No disrespect intended, but I never placed him at the level many seemed to.


----------



## Diablo (Dec 20, 2007)

Milkman said:


> No disrespect intended, but I never placed him at the level many seemed to.


Ya, I think I feel the same. Back then, he had a pretty unique style, obviously very influential, but I never cared for his tone, and listening to him today, theres something sloppy sounding about some of his playing.
And for me the body of work just wasn't big enough even if his potential was. And I don't think potential is ever limitless...I would rank EVH as equal to RR, and in fairness, would anything he did after 1984 really be missed (and I do enjoy some of the Van Hagar songs, they just aren't really classics) ?


----------



## Adcandour (Apr 21, 2013)

I have a really hard time forming an opinion concerning music made before my time. I was alive, but I wasn't 'aware' of the impact Randy _may_ or _may not_ have had. All I know was that when I heard that riff from the beginning of Muchmusic's Pepsi Power Hour, I was like, "what is this???" I _need_ it.

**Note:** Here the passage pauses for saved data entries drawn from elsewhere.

# ------------------------------------------------------------------------------------- step statistics
def _step_statistics(pos: np.ndarray) -> tuple[float, float, float, float]:
    """Lag-1 step correlation, non-Gaussian parameter, straightness and gyration asymmetry of one track."""
    d = np.diff(pos, axis=0)
    if d.shape[0] < 3:
        return (np.nan,) * 4
    dc = d - d.mean(0)
    num = float(np.sum(dc[1:] * dc[:-1]))
    den = float(np.sum(dc * dc))
    corr = num / den if den > 0 else np.nan
    r2 = np.sum(d * d, axis=1)
    m2 = r2.mean()
    nd = d.shape[1]
    # α2 = ⟨r⁴⟩ / ((1 + 2/d) ⟨r²⟩²) − 1 (Rahman 1964): 0 for Gaussian steps
    ng = float(np.mean(r2 * r2) / ((1.0 + 2.0 / nd) * m2 * m2) - 1.0) if m2 > 0 else np.nan
    path = float(np.sum(np.sqrt(r2)))
    straight = float(np.linalg.norm(pos[-1] - pos[0]) / path) if path > 0 else np.nan
    c = np.cov(pos.T)
    ev = np.linalg.eigvalsh(c) if np.all(np.isfinite(c)) else np.array([np.nan, np.nan])
    asym = float(((ev[-1] - ev[0]) / (ev[-1] + ev[0])) ** 2) if ev.sum() > 0 else np.nan
    return corr, ng, straight, asym


def _step_statistics_group(X: np.ndarray) -> np.ndarray:
    """:func:`_step_statistics` of equal-length tracks X (g, n, d) at once; returns (g, 4)."""
    g, n, nd = X.shape
    out = np.full((g, 4), np.nan)
    if g == 0 or n - 1 < 3:
        return out
    if nd == 2 and X.dtype == np.float64:  # one compiled pass per track, same formulas (tested against numpy)
        from ._msd_kernels import planar_step_statistics

        planar_step_statistics(X, out)
        return out
    d = np.diff(X, axis=1)
    # means over the track as products with a vector of ones (a matrix product is much faster than a
    # reduction along the middle axis; same numbers up to the order of the sum)
    dc = d - (np.ones(n - 1) @ d)[:, None, :] / (n - 1)
    num = np.einsum("gij,gij->g", dc[:, 1:], dc[:, :-1])
    den = np.einsum("gij,gij->g", dc, dc)
    r2 = np.einsum("gij,gij->gi", d, d)
    m2 = r2 @ np.full(n - 1, 1.0 / (n - 1))
    m4 = np.einsum("gi,gi->g", r2, r2) / r2.shape[1]
    path = np.sqrt(r2) @ np.ones(n - 1)
    end = np.sqrt(np.einsum("gj,gj->g", X[:, -1] - X[:, 0], X[:, -1] - X[:, 0]))
    Xc = X - (np.ones(n) @ X)[:, None, :] / n
    c = (Xc.transpose(0, 2, 1) @ Xc) / (n - 1)
    with np.errstate(invalid="ignore", divide="ignore"):
        if nd == 2:
            # 2 x 2 covariance [[a, b], [b, e]]: (λ₁ − λ₀)² / (λ₁ + λ₀)² = ((a − e)² + 4b²) / (a + e)²
            a_, b_, e_ = c[:, 0, 0], c[:, 0, 1], c[:, 1, 1]
            evs = a_ + e_
            asym = ((a_ - e_) ** 2 + 4.0 * b_ * b_) / (evs * evs)
        else:
            fin = np.all(np.isfinite(c), axis=(1, 2))
            ev = np.full((g, nd), np.nan)
            if fin.any():
                ev[fin] = np.linalg.eigvalsh(c[fin])
            evs = ev.sum(1)
            asym = ((ev[:, -1] - ev[:, 0]) / (ev[:, -1] + ev[:, 0])) ** 2
        out[:, 0] = np.where(den > 0, num / np.where(den > 0, den, 1.0), np.nan)
        # α2 = ⟨r⁴⟩ / ((1 + 2/d) ⟨r²⟩²) − 1 (Rahman 1964): 0 for Gaussian steps
        out[:, 1] = np.where(m2 > 0, m4 / ((1.0 + 2.0 / nd) * m2 * m2) - 1.0, np.nan)
        out[:, 2] = np.where(path > 0, end / np.where(path > 0, path, 1.0), np.nan)
        out[:, 3] = np.where(evs > 0, asym, np.nan)
    return out


def _step_statistics_all(positions: list, xyz=None, starts=None, gapped=None) -> np.ndarray:
    """:func:`_step_statistics` of every track (T, 4), computed per group of equal-length tracks.

    ``xyz, starts, gapped`` (from :func:`_track_arrays`) let groups of ungapped tracks stored back to back be
    read without copying; groups go in cache-sized blocks of tracks (each track's numbers are its own).
    """
    T = len(positions)
    out = np.full((T, 4), np.nan)
    if T == 0:
        return out
    span = np.array([p.shape[0] for p in positions], dtype=np.int64)
    d = positions[0].shape[1]
    for n_pts in np.unique(span):
        idx = np.flatnonzero(span == n_pts)
        step = max(1, 32768 // (int(n_pts) * d))
        for a in range(0, idx.size, step):
            sub = idx[a : a + step]
            X = _stack_positions(positions, xyz, starts, gapped, sub, int(n_pts))
            out[sub] = _step_statistics_group(X)
    return out


# -------------------------------------------------------------------------------------- classification
@dataclass(frozen=True)
class _Fits:
    """Per-track fit results in physical units, in the order of ``ids``."""

    ids: np.ndarray
    n_points: np.ndarray
    usable: np.ndarray
    ll: dict
    alpha: np.ndarray
    alpha_lo: np.ndarray
    alpha_hi: np.ndarray
    alpha_profile: np.ndarray
    D_um2_s: np.ndarray
    K_um2_s_alpha: np.ndarray
    sigma_um: np.ndarray
    conf_L_um: np.ndarray
    conf_tau_s: np.ndarray
    conf_noise_um2: np.ndarray
    speed_um_s: np.ndarray
    n_axes: int
    positions: list = field(repr=False)
    xyz: np.ndarray = field(repr=False, default=None)
    starts: np.ndarray = field(repr=False, default=None)
    gapped: np.ndarray = field(repr=False, default=None)
    gap_frames: dict = field(repr=False, default_factory=dict)
    #: per track length (positions): (indices of the fitted tracks, their tapered step periodograms)
    periodograms: dict = field(repr=False, default_factory=dict)


_FIT_CACHE: dict = {}
_FIT_CACHE_LOCK = threading.Lock()


_CHECK_BLOCK = 4096
_CHECK_W_IN = 1.0 + 0.5 * np.sin(np.arange(_CHECK_BLOCK) * 0.7548776662466927)


def _column_check(a: np.ndarray) -> str:
    """Cheap content check of one column: its sum and a position-weighted sum (weights differ per row).

    Changing a value, or moving values to other rows, changes the weighted sum except by an unlikely
    cancellation; a column with non-finite values (whose sums say nothing) is hashed in full instead.
    """
    try:
        v = np.asarray(a)
        if v.dtype not in (np.int64, np.int32, np.float64, np.float32):  # the compiled sums take these four
            v = v.astype(np.float64)
        v = np.ascontiguousarray(v.ravel())
    except (TypeError, ValueError):  # not numbers: hash the pandas hashes of the values
        import hashlib

        hv = pd.util.hash_array(np.asarray(a))
        return f"{a.size}:{a.dtype}:" + hashlib.blake2b(hv.tobytes(), digest_size=16).hexdigest()
    n = v.size
    from ._msd_kernels import column_sums

    sums = tuple(float(x) for x in column_sums(v, _CHECK_W_IN, 0.5698402909980532))  # one compiled pass
    if np.all(np.isfinite(sums)):
        return f"{n}:{a.dtype}:" + ",".join(x.hex() for x in sums)
    import hashlib

    return f"{n}:{a.dtype}:" + hashlib.blake2b(np.ascontiguousarray(a).tobytes(), digest_size=16).hexdigest()


def _fingerprint(tracks: pd.DataFrame, *extra) -> str:
    """Key of the fit cache: row count, and per column the dtype and :func:`_column_check`, plus ``extra``."""
    parts = [str(len(tracks))]
    for c in ("track", "frame", "x_um", "y_um", "z_um"):
        if c in tracks.columns:
            parts.append(f"{c}={_column_check(tracks[c].to_numpy())}")
    parts.append(repr(extra))
    return "|".join(parts)


def _fit_all(tracks: pd.DataFrame, frame_interval_s: float, exposure_s: float, min_points: int,
             stop=None) -> _Fits:
    """Fit all models to all tracks (the last two results are kept: sample_motion reuses classify's fits).

    ``stop`` (a threading.Event): checked between the heavy parts; when set, motion_models.Stopped is raised
    and nothing is kept.
    """
    key = _fingerprint(tracks, float(frame_interval_s), float(exposure_s), int(min_points))
    if key in _FIT_CACHE:
        return _FIT_CACHE[key]
    fits = _fit_all_uncached(tracks, frame_interval_s, exposure_s, min_points, stop)
    with _FIT_CACHE_LOCK:  # fits may be prepared in another thread (prepare_step_fits)
        while len(_FIT_CACHE) >= 2:
            _FIT_CACHE.pop(next(iter(_FIT_CACHE)))
        _FIT_CACHE[key] = fits
    return fits


def prepare_step_fits(tracks: pd.DataFrame, *, frame_interval_s: float, exposure_s: float | None = None,
                      min_points: int = 10, stop=None) -> bool:
    """Fit the step models of :func:`classify_tracks` and :func:`sample_motion` ahead of their call.

    The fits depend on the tracks only, so the pipeline computes them in a second thread while the
    per-track D and alpha are fitted; the next :func:`classify_tracks` (or :func:`sample_motion`) with the
    same tracks, times and ``min_points`` takes them from the cache (the last two tables are kept) instead
    of fitting again. The results are the same numbers either way.

    ``stop`` (a threading.Event) is checked between the heavy parts: once it is set the fitting stops, nothing
    is kept and False is returned (True when the fits were made or found).
    """
    from .motion_models import Stopped

    exposure = _check_tracks(tracks, frame_interval_s, exposure_s)
    try:
        _fit_all(tracks, frame_interval_s, exposure, min_points, stop)
    except Stopped:
        return False
    return True


def _fit_all_uncached(
    tracks: pd.DataFrame, frame_interval_s: float, exposure_s: float, min_points: int, stop=None
) -> _Fits:
    from .motion_models import _check as check_stop

    arr = _track_arrays(tracks)
    T = arr.ids.size
    dt = float(frame_interval_s)
    e = float(exposure_s) / dt
    n_axes = 2 if not arr.positions else arr.positions[0].shape[1]
    nan = lambda: np.full(T, np.nan)  # noqa: E731
    out = {k: nan() for k in ("alpha", "alpha_lo", "alpha_hi", "D", "K", "sigma", "L", "tau", "cnoise", "v")}
    ll = {k: nan() for k in _MODEL_PARAMS}
    profile = np.full((T, ALPHA_GRID.size), np.nan)
    span = np.array([p.shape[0] for p in arr.positions], dtype=np.int64)
    usable = (arr.n_points >= max(int(min_points), 4)) & (span >= 4)
    periodograms: dict = {}
    for n_pts in np.unique(span[usable]):
        idx = np.flatnonzero(usable & (span == n_pts))
        check_stop(stop)
        X = _stack_positions(arr.positions, arr.xyz, arr.starts, arr.gapped, idx, int(n_pts))
        steps = np.diff(X, axis=1)
        f = fit_step_models(steps, exposure_ratio=e, stop=stop)
        periodograms[int(n_pts)] = (idx, f.periodogram)
        Ns = steps.shape[1]
        ll["immobile"][idx] = f.ll_immobile
        ll["normal"][idx] = f.ll_brownian
        ll["anomalous"][idx] = f.ll_fbm
        ll["confined"][idx] = f.ll_confined
        ll["directed"][idx] = f.ll_directed
        profile[idx] = f.alpha_profile
        out["alpha"][idx] = f.alpha
        out["alpha_lo"][idx] = f.alpha_lo
        out["alpha_hi"][idx] = f.alpha_hi
        out["D"][idx] = f.brown_scale / (2.0 * dt)
        out["K"][idx] = f.fbm_scale / (2.0 * dt**f.alpha)
        out["sigma"][idx] = np.sqrt(np.clip(f.brown_noise, 0.0, None) / 2.0)
        L2 = 6.0 * f.conf_plateau
        out["L"][idx] = np.sqrt(L2)
        out["tau"][idx] = f.conf_tau * dt
        out["cnoise"][idx] = f.conf_noise / 2.0
        var_end = f.dir_scale * (Ns - e / 3.0) + f.dir_noise  # per-axis variance of the end-to-end step
        excess = np.sum(f.end_to_end**2, axis=1) - steps.shape[2] * var_end
        out["v"][idx] = np.sqrt(np.clip(excess, 0.0, None)) / (Ns * dt)
    return _Fits(
        ids=arr.ids,
        n_points=arr.n_points,
        usable=usable,
        ll=ll,
        alpha=out["alpha"],
        alpha_lo=out["alpha_lo"],
        alpha_hi=out["alpha_hi"],
        alpha_profile=profile,
        D_um2_s=out["D"],
        K_um2_s_alpha=out["K"],
        sigma_um=out["sigma"],
        conf_L_um=out["L"],
        conf_tau_s=out["tau"],
        conf_noise_um2=out["cnoise"],
        speed_um_s=out["v"],
        n_axes=n_axes,
        positions=arr.positions,
        xyz=arr.xyz,
        starts=arr.starts,
        gapped=arr.gapped,
        gap_frames=arr.gap_frames,
        periodograms=periodograms,
    )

I was aware when guns n' roses came in and pushed aside the make-up wearing metal bands (or glam rock). I was aware when Nirvana entered the picture and changed rock again. 

Sadly, now it seems that I'm lost again. I enjoy bands like Sam Roberts, The National, Arcade Fire, Older Lil' Wayne, but I have no idea what's actually going on in music, or what direction it is taking. I used to listen to Sirius XMU to keep up with "experimental" and "cutting edge" music, but I can't stomach listening to the the aloof, lethargic and nasal mumblings of the Hipster Doofus DJs.

I think I'd have to be back in high school with no real agenda, or direction, and a lot of LSD to figure it all out. Hmmm, I wonder if there are any courses I can go back and take? I wouldn't mind going back to home economics and finishing that pillow I started.


----------



## Swervin55 (Oct 30, 2009)

adcandour said:


> Sadly, now it seems that I'm lost again. I enjoy bands like Sam Roberts, The National, Arcade Fire, Older Lil' Wayne, but I have no idea what's actually going on in music, or what direction it is taking


I apologize in advance for adding to the thread derailment, but I just had to respond to your post and say that Big Wreck/Ian Thornley are filling a gaping hole in my music appreciation these days. Now back to regular programming.....


----------



## Budda (May 29, 2007)

Milkman said:


> No disrespect intended, but I never placed him at the level many seemed to.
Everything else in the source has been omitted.